What is required:
Filter the entries that follow, copying every line in which the word "relay" appears.

** Supplied entries follows **

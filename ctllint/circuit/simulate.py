"""The behaviour model (FORMAT.md "Behaviour model"): states, settling, timers.

One model serves the ``expect`` scenarios, the rules that simulate, and any
command that shows states. ``Simulator(circuit)`` holds:

- power on or off;
- for each mechanical switch (pushbutton, limit, pressure, temperature,
  float, flow, foot switch): actuated or not (``press``/``release``,
  ``set: {TAG: on|off}``);
- for each selector: its position (the first at rest; ``set: {SS1: auto}``;
  ``release`` returns it to its first position);
- overloads tripped or not, fuses and breakers blown or not (``trip`` and
  ``reset``);
- PLC outputs on or off (``set: {Q0_3: on}``);
- for each relay, contactor and starter: whether its contacts are moved;
  for each timer: its coil state, the time spent in it, and whether its
  timed contacts are moved;
- for each latching relay: whether it is set (its NO closed): its set coil
  sets it, its reset coil resets it (reset wins when both are on), and it
  holds its state without power;
- for each safety relay: whether its safety outputs are on: they come on
  when its power, both channels and its feedback (reset) loop are on
  together, and go off as soon as power or a channel drops (a reset button
  in the feedback loop: the restart waits for it, and for the mirror
  contacts in the loop);
- for each alternating relay: its coil state and whose turn it is (A at
  rest): A is closed while the coil is on in A's turn, B in B's, and the
  turn passes to the other output each time the coil drops out.
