impl Fit for Linear {
    fn spec(&self) -> &FunctionSpec {
        &self.spec
    }

    fn fit(&self, req: &FitRequest) -> Result<FitOutcome, FitError> {
        let n = req.rows();
        let (labels, x, p) = design(req)?;
        let problem = LsProblem {
            x: &x,
            n,
            p,
            y: &req.response.values,
            weights: req.weights.as_deref(),
            has_intercept: req.intercept,
        };
        let fit = {
            let groups = power_groups(req);
            let groups: Vec<numeric::PowerGroup> =
                groups.iter().map(|(base, cols)| numeric::PowerGroup { base, columns: cols }).collect();
            numeric::least_squares_powers(&problem, &groups, req.intercept.then_some(0))
        }
        .map_err(|e| FitError::new(e.to_string()))?;
        let mut out = FitOutcome::default();
        let kind = match req.options.get("errors") {
            None => ErrorKind::Classic,
            Some(OptionValue::Text(w)) => ErrorKind::parse(w).ok_or_else(|| FitError::new(format!("errors={w} is not one of the choices")).help(ERRORS_HELP))?,
            Some(_) => return Err(FitError::new("errors= takes a word").help(ERRORS_HELP)),
        };
        let mut ordered = Ordered::of(req, n)?;
        ordered.allowed_for = matches!(kind, ErrorKind::NeweyWest | ErrorKind::Clustered);
        let intercept_col = req.intercept.then_some(0);
        // The covariance every test uses: classic, robust with errors=hc*,
        // Newey–West or clustered; clustered tests use G − 1 degrees of
        // freedom (G groups), the others n − p.
        let (cov_used, df_tests) = match kind {
            ErrorKind::Classic => (fit.covariance.clone(), fit.df_resid),
            ErrorKind::NeweyWest => {
                if ordered.order.is_none() {
                    return Err(FitError::new("errors=neweywest needs the column that puts the rows in order").help("add order= with the time or sequence column, such as order=Week"));
                }
                (serial::newey_west_covariance(&fit, &x, &ordered.seq, ordered.lags), fit.df_resid)
            }
            ErrorKind::Clustered => {
                if ordered.groups.is_none() {
                    return Err(FitError::new("errors=clustered needs the column that groups the rows").help("add groups= with the grouping column, such as groups=Bay"));
                }
                if ordered.seq.groups < 2 {
                    return Err(FitError::new("errors=clustered needs at least two groups, but the rows used are all in one").help("choose a grouping column with several groups, or another errors= choice"));
                }
                (serial::clustered_covariance(&fit, &x, &ordered.seq.group_of_rows()), (ordered.seq.groups - 1) as f64)
            }
            _ => (diag::robust_covariance(&fit, &x, kind), fit.df_resid),
        };
        let table = if kind == ErrorKind::Classic {
            numeric::coefficient_table(&fit, req.level)
        } else {
            // Same t tests and intervals, on the robust standard errors.
            let cov = &cov_used;
            let mut robust = fit.clone();
            robust.std_errors = (0..p).map(|j| cov[j * p + j].sqrt()).collect();
            robust.df_resid = df_tests;
            numeric::coefficient_table(&robust, req.level)
        };
        out.standard_errors = Some(kind.label().to_string());
        if kind != ErrorKind::Classic {
            let (what, word) = match kind {
                ErrorKind::NeweyWest => (
                    format!("Newey–West autocorrelation-consistent standard errors (Bartlett kernel, {} lags, no small-sample factor, rows {})", ordered.lags, ordered.describe()),
                    "neweywest".to_string(),
                ),
                ErrorKind::Clustered => (
                    format!(
                        "standard errors clustered by {} ({} groups; small-sample factor G/(G − 1)·(n − 1)/(n − k)); t tests, intervals and F tests use G − 1 = {} degrees of freedom",
                        ordered.groups.as_deref().unwrap_or("the groups"),
                        ordered.seq.groups,
                        ordered.seq.groups - 1
                    ),
                    "clustered".to_string(),
                ),
                _ => (format!("{} heteroscedasticity-consistent standard errors", kind.label()), kind.label().to_lowercase()),
            };
            out.notes.push(format!("standard errors, t statistics, p-values and intervals use {what} (errors={word})"));
        }
        let vif = diag::variance_inflation(&fit, &x, intercept_col);
        let standardized = diag::standardized_coefficients(&fit, &x, &req.response.values, intercept_col);
        // Columns that are powers of a base with two or more powers in the
        // model (`Light`, `Light^2`), and the terms that make several
        // columns (the indicators of a text column), by design column.
        let off = usize::from(req.intercept);
        let mut structural = vec![false; off];
        for c in &req.columns {
            let shared = c.power.as_ref().is_some_and(|pw| req.columns.iter().filter(|o| o.power.as_ref().is_some_and(|q| q.base == pw.base)).count() > 1);
            structural.push(shared);
        }
        let blocks = term_blocks(req);
        let in_block = |j: usize| blocks.iter().any(|(_, cols)| cols.len() > 1 && cols.contains(&j));
        // A test of each term given all the others: the Wald statistic of
        // its estimable columns over their number, on F(q, n − p). With the
        // classic covariance this is exactly the F of dropping the term
        // (every other term kept, the "each term given all the others"
        // question, which a reader of one row of the table asks); with
        // errors=hc* it is the robust Wald test in its F form, W/q.
        let b_all: Vec<f64> = fit.coefficients.clone();
        let wald_f = |cols: &[usize]| -> Option<(f64, f64, f64)> {
            let idx: Vec<usize> = cols.iter().copied().filter(|&j| !fit.aliased[j]).collect();
            let q = idx.len() as f64;
            let w = diag::wald(&b_all, &cov_used, p, &idx)?;
            let f = w / q;
            Some((f, q, numeric::f_sf(f, q, df_tests)))
        };
        let term_tests: Vec<TermTest> = blocks.iter().map(|(t, cols)| (t.clone(), cols.len(), wald_f(cols))).collect();
        let term_p = |j: usize| term_tests.iter().zip(&blocks).find(|(_, (_, cols))| cols.len() > 1 && cols.contains(&j)).and_then(|((_, _, t), _)| t.map(|t| t.2));
        for (j, row) in table.iter().enumerate() {
            let est = !fit.aliased[j];
            // VIF and standardized coefficients mean nothing for a power
            // beside other powers of its column (collinear by construction,
            // and "one standard deviation more of x²" with x fixed cannot
            // happen) and without an intercept (there is no mean to centre
            // on); a text column's indicators get one figure for the term.
            let remark = if !est || Some(j) == intercept_col {
                None
            } else if !req.intercept {
                Some("VIF and standardized coefficient left blank: without an intercept they have no meaning")
            } else if structural[j] {
                Some("VIF and standardized coefficient left blank: a power beside other powers of its column")
            } else if in_block(j) {
                Some("VIF left blank: one generalized VIF for the whole term is on Diagnostics")
            } else {
                None
            };
            let plain = remark.is_none();
            out.coefficients.push(Coefficient {
                term: labels[j].clone(),
                estimate: est.then_some(row.estimate).and_then(finite),
                std_error: est.then_some(row.std_error).and_then(finite),
                statistic: est.then_some(row.t).and_then(finite),
                p_value: est.then_some(row.p_value).and_then(finite),
                lower: est.then_some(row.lower).and_then(finite),
                upper: est.then_some(row.upper).and_then(finite),
                vif: if plain { finite(vif[j]) } else { None },
                standardized: if plain || (req.intercept && !structural[j]) { finite(standardized[j]) } else { None },
                remark: remark.map(Into::into),
                term_p_value: if est { term_p(j) } else { None },
            });
            if fit.aliased[j] {
                let combo: Vec<String> = fit.alias_of[j].iter().map(|(k, _)| labels[*k].clone()).collect();
                let with = if combo.is_empty() { "the other terms".to_string() } else { combo.join(", ") };
                out.term_warnings.push(TermWarning {
                    term: labels[j].clone(),
                    text: format!("the term {} is an exact combination of {} (collinear), so its coefficient cannot be estimated; drop one of them", labels[j], with),
                });
            }
        }
        let g = GROUP_FIT;
        let h = GROUP_HELP;
        let c = GROUP_COMPARE;
        let a = ANOVA_GROUP;
        let r2_label = if req.intercept { "R²" } else { "R² (uncentred, no intercept)" };
        out.statistics = vec![
            count("n", "Rows used (n)", g, fit.n as f64),
            count("parameters", "Coefficients estimated (p)", g, fit.rank as f64),
            count("residual_df", "Residual degrees of freedom (n − p)", g, fit.df_resid),
            stat("residual_standard_error", "Residual standard error", g, fit.sigma),
            dec("r_squared", r2_label, g, fit.r_squared, 4),
            dec("adj_r_squared", "Adjusted R²", g, fit.adj_r_squared, 4),
            dec("f_statistic", "F statistic", h, fit.f_statistic, 2),
            count("f_df_terms", "F: degrees of freedom of the terms", h, fit.df_model),
            count("f_df_residual", "F: residual degrees of freedom", h, fit.df_resid),
            pval("f_p_value", "p-value of F", h, fit.f_p_value),
            dec("log_likelihood", "Log-likelihood", c, fit.log_likelihood, 3),
            dec("aic", "AIC", c, fit.aic, 3),
            dec("bic", "BIC", c, fit.bic, 3),
            count("df_model", "Degrees of freedom, terms", a, fit.df_model),
            stat("ss_model", "Sum of squares, terms", a, fit.ssr),
            stat("ms_model", "Mean square, terms", a, fit.ssr / fit.df_model),
            count("df_resid", "Degrees of freedom, residual", a, fit.df_resid),
            stat("ss_resid", "Sum of squares, residual", a, fit.sse),
            stat("ms_resid", "Mean square, residual", a, fit.sse / fit.df_resid),
            count("df_total", "Degrees of freedom, total", a, fit.df_model + fit.df_resid),
            stat("ss_total", if req.intercept { "Sum of squares, total (about the mean)" } else { "Sum of squares, total (about zero)" }, a, fit.sst),
            dec("anova_f", "F (mean square of the terms / mean square of the residual)", a, fit.f_statistic, 2),
            pval("anova_f_p_value", "p-value of F (upper tail)", a, fit.f_p_value),
        ];
        // With errors=hc* the overall F is the robust Wald test of every
        // coefficient but the intercept (W/q on F(q, n − p)).
        if kind != ErrorKind::Classic {
            let all: Vec<usize> = (usize::from(req.intercept)..p).collect();
            if let (Some((f, _, pv)), Some(at)) = (wald_f(&all), out.statistics.iter().position(|s| s.key == "f_statistic")) {
                out.statistics[at] = dec("f_statistic", "F statistic", h, f, 2);
                if let Some(s) = out.statistics.iter_mut().find(|s| s.key == "f_p_value") {
                    s.value = pv;
                }
                if let Some(s) = out.statistics.iter_mut().find(|s| s.key == "f_df_residual") {
                    s.value = df_tests;
                }
            }
            out.notes.push(format!("the F test of all the terms and the test of each term are robust Wald tests on the {} covariance, in their F form W/q on F(q, {df_tests}); the analysis of variance stays classic", kind.label()));
        }
        // Each term given all the others, after the overall F.
        let t = GROUP_TERMS;
        let mut tests = Vec::new();
        for (term, _, test) in &term_tests {
            let Some((f, q, pv)) = test else { continue };
            tests.push(dec(&format!("term_f:{term}"), &format!("{term}: F"), t, *f, 2));
            tests.push(count(&format!("term_df:{term}"), &format!("{term}: degrees of freedom"), t, *q));
            tests.push(pval(&format!("term_p:{term}"), &format!("{term}: p-value"), t, *pv));
        }
        let at = out.statistics.iter().position(|s| s.key == "f_p_value").map_or(out.statistics.len(), |i| i + 1);
        out.statistics.splice(at..at, tests);
        if !req.intercept {
            out.notes.push("no intercept: R² is the uncentred one, 1 − SSE/Σy²".into());
        }
        // An exact fit (no residual) has an infinite F: say so, and leave
        // the cells blank (an outcome's statistics are finite or NaN).
        if out.statistics.iter().any(|s| s.value.is_infinite()) {
            out.notes.push("the fit is exact (every residual is zero), so F is infinite and its cells are left blank".into());
            for s in &mut out.statistics {
                if s.value.is_infinite() {
                    s.value = f64::NAN;
                }
            }
        }
        // What predictions need: the model row (intercept, then the columns
        // as sent), the covariance (column-major p×p from the fit; NaN of
        // aliased terms as 0), the residual spread and its degrees of freedom.
        out.predictor = Some(Predictor {
            residual_sd: (fit.sigma.is_finite() && fit.sigma > 0.0).then_some(fit.sigma),
            df: (fit.df_resid > 0.0).then_some(fit.df_resid),
            ..linear_predictor(req, &fit.covariance, Link::Identity)
        });
        // AIC and BIC count the estimated coefficients (the rank), as the
        // statistics above do.
        out.likelihood = fit.log_likelihood.is_finite().then_some(Likelihood { log_likelihood: fit.log_likelihood, parameters: fit.rank as f64, observations: fit.n as f64 });
        out.least_squares = Some(LeastSquares { ss_resid: fit.sse, df_resid: fit.df_resid, r_squared: fit.r_squared, adj_r_squared: fit.adj_r_squared });
        let std_res = numeric::standardized_residuals(&fit);
        let cooks = numeric::cooks_distance(&fit);
        let external = diag::studentized_residuals_external(&fit);
        let dffits = diag::dffits(&fit, &external);
        let gvif: Vec<(String, f64, usize)> = blocks.iter().filter(|(_, cols)| cols.len() > 1).map(|(t, cols)| (t.clone(), diag::generalized_variance_inflation(&fit, &x, cols), cols.len())).collect();
        let design = Design { x: &x, labels: &labels, structural: &structural, vif: &vif, gvif: &gvif };
        diagnose(&fit, &design, &ordered, &cooks, &external, &mut out);
        // The blocks in plumb's order: the questions first, comparing fits
        // and the analysis of variance last.
        let rank = |g: &str| [GROUP_COMPARE, ANOVA_GROUP].iter().position(|x| *x == g).map_or(0, |i| i + 1);
        out.statistics.sort_by_key(|s| rank(&s.group));
        out.rows = vec![
            RowColumn::new(RowRole::Fitted, fit.fitted.clone()),
            RowColumn::new(RowRole::Residual, fit.residuals.clone()),
            RowColumn::new(RowRole::StandardizedResidual, std_res),
            RowColumn::new(RowRole::StudentizedResidual, external),
            RowColumn::new(RowRole::Leverage, fit.leverage.clone()),
            RowColumn::new(RowRole::CooksDistance, cooks),
            RowColumn::new(RowRole::Dffits, dffits),
        ];
        Ok(out)
    }
}
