//! A request's arguments bound against its function's spec, by kind.
//!
//! This file owns the checks of the argument list (positional arguments
//! before options, how many, known option names, an option given once, a
//! group written as a group), and the binding of every value by the
//! [`ParamKind`] its parameter declares: columns and terms kept as
//! expressions, a model expression split into parameters and columns with
//! its [`Formula`], numbers, words of a list, fit names, sheets or ranges,
//! text and groups, each with its span in the request text. An option
//! written under a name of an earlier version ([`RENAMED_OPTIONS`]) is
//! bound to its new name with a note. It knows
//! nothing of the workbook: a host function (`#predict`, `#compare`) binds
//! through the same code as a fit.

use super::eval::unknown_function;
use super::{split_terms, typed, Here, HOST_OPTIONS};
use crate::cells::CellAddress;
use crate::problems::{closest, Problem};
use crate::protocol::{Formula, Function, FunctionSpec, OptionValue, ParamKind, ParamSpec};
use crate::syntax::{Arg, BinOp, Expr, ExprKind, Ident, RangeRef, Request, Span, UnaryOp};
use std::collections::BTreeMap;

/// A request's arguments, each bound to a parameter of its function's spec.
#[derive(Debug, Clone, PartialEq)]
pub struct Bound {
    /// The positional arguments in the order written.
    pub positional: Vec<BoundArg>,
    /// The options given, in the spec's order (a group given twice is one
    /// option with the entries of both).
    pub options: Vec<BoundArg>,
    /// The `key=value` pairs taken by a catch-all option (a spec option
    /// named in angle brackets, such as `#predict`'s `<column>`: "any other
    /// key is a column"), in the order written; [`BoundArg::name`] is the
    /// key as typed.
    pub extra: Vec<BoundArg>,
    /// What a fit receives as options: the value of every option given or
    /// defaulted in the spec, and of every positional parameter whose kind
    /// is not a column, terms or an expression, by the spec's name (the
    /// first, when a positional parameter repeats). Groups
    /// are [`OptionValue::Group`]; column, terms, expression and range
    /// options are their text as typed. Catch-all pairs are not here.
    pub values: BTreeMap<String, OptionValue>,
    /// The closing `)` of the request, where a missing argument is shown.
    pub end: Span,
    /// Notes about the arguments: an option written under its old name
    /// (one note per old name, with a caret under it).
    pub notes: Vec<Problem>,
}

/// Option names of an earlier version and the names that replaced them,
/// `(old, new)`. An old name still binds, to the new name, in this version
/// (with a note saying so), when the function has an option of the new
/// name and none of the old; otherwise it means what it always did (for
/// `#predict`, which has no `table=`, `data=` is a column). Remove an entry
/// one version after its rename.
pub const RENAMED_OPTIONS: [(&str, &str); 4] = [("data", "table"), ("level", "confidence"), ("missing", "gaps"), ("base", "against")];

/// The option of `spec` that the old name `name` (lowercase) now means, with
/// the old name as the table spells it.
fn renamed<'s>(spec: &'s FunctionSpec, name: &str) -> Option<(&'static str, &'s ParamSpec)> {
    let (old, new) = RENAMED_OPTIONS.iter().find(|(old, _)| *old == name)?;
    if spec.options.iter().any(|o| o.name.eq_ignore_ascii_case(old)) {
        return None;
    }
    let o = spec.options.iter().find(|o| !is_catch_all(o) && o.name.eq_ignore_ascii_case(new))?;
    Some((old, o))
}

/// The note that an option was written under its old name.
fn renamed_note(at: &Here, old: &str, new: &ParamSpec, key: &Ident) -> Problem {
    let was = if new.kind == ParamKind::Group { format!("{old}(…)") } else { format!("{old}=") };
    Problem::note(format!("{was} is now {}; the old name still works in this version", new.written()))
        .at(at.cell.clone())
        .in_text(at.text, key.span.start, key.span.end)
}

impl Bound {
    /// The option of that spec name (case-insensitive), when given.
    pub fn option(&self, name: &str) -> Option<&BoundArg> {
        self.options.iter().find(|o| o.name.eq_ignore_ascii_case(name))
    }
}

/// One argument bound to a parameter.
#[derive(Debug, Clone, PartialEq)]
pub struct BoundArg {
    /// The parameter's name in the spec (for a catch-all pair, the key as
    /// typed, trimmed).
    pub name: String,
    /// The parameter's kind.
    pub kind: ParamKind,
    /// The value.
    pub value: BoundValue,
    /// The whole argument: `confidence=0.9`, `start(a=40, k=0.2)`, `Light + CO2`.
    pub span: Span,
    /// The value alone: after the `=`; for a group or a positional
    /// argument, the same as `span`.
    pub value_span: Span,
}

/// A value bound by its parameter's [`ParamKind`].
#[derive(Debug, Clone, PartialEq)]
pub enum BoundValue {
    /// [`ParamKind::Column`]: one column or an expression of columns, as parsed.
    Column(Expr),
    /// [`ParamKind::Terms`]: the terms, split at the top-level `+`.
    Terms(Vec<Expr>),
    /// [`ParamKind::Expression`]: a model with parameters.
    Expression(BoundExpression),
    /// [`ParamKind::Number`] or [`ParamKind::Integer`] (then whole).
    Number(f64),
    /// [`ParamKind::Choice`]: one of the spec's words, lowercase.
    Choice(String),
    /// [`ParamKind::FitName`]: another request's name, trimmed.
    FitName(String),
    /// [`ParamKind::Range`]: a sheet or a range of cells.
    Range(Place),
    /// [`ParamKind::Text`]: a word or quoted text, trimmed.
    Text(String),
    /// [`ParamKind::Group`]: the entries in the order written.
    Group(Vec<GroupEntry>),
}

/// What a [`ParamKind::Range`] value names.
#[derive(Debug, Clone, PartialEq)]
pub enum Place {
    /// A whole sheet, by name (`table=Sheet2`, `table='Bay 2'`).
    Sheet(String),
    /// A range of cells (`table=Sheet2!A1:F500`).
    Range(RangeRef),
}

/// One `key=value` entry of a group option.
#[derive(Debug, Clone, PartialEq)]
pub struct GroupEntry {
    /// The key as typed, trimmed.
    pub key: String,
    /// A number, or a word or text.
    pub value: OptionValue,
    /// The key's characters.
    pub key_span: Span,
    /// The value's characters.
    pub value_span: Span,
}

/// A model expression with parameters (a value of [`ParamKind::Expression`]).
///
/// The names declared in the spec's parameter group (see
/// [`parameter_group`]) are parameters; every other name, quoted name or
/// range is a column; a bare `pi` that is not a parameter is the number π.
#[derive(Debug, Clone, PartialEq)]
pub struct BoundExpression {
    /// The expression as typed, white space folded.
    pub text: String,
    /// The expression as parsed.
    pub expr: Expr,
    /// The formula: [`Formula::Column`] indexes [`BoundExpression::columns`],
    /// [`Formula::Parameter`] indexes [`BoundExpression::parameters`].
    pub formula: Formula,
    /// The parameters in the order the group lists them, with the span of
    /// each key in the group.
    pub parameters: Vec<(String, Span)>,
    /// The name of the group option that declares them (`start`).
    pub group: String,
    /// The columns the expression uses, in order of first use.
    pub columns: Vec<ExprColumn>,
}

** End of Supplied entries **

Solution:
- for each relay, contactor and starter: whether its contacts are moved;
- for each latching relay: whether it is set (its NO closed): its set coil
- for each safety relay: whether its safety outputs are on: they come on
- for each alternating relay: its coil state and whose turn it is (A at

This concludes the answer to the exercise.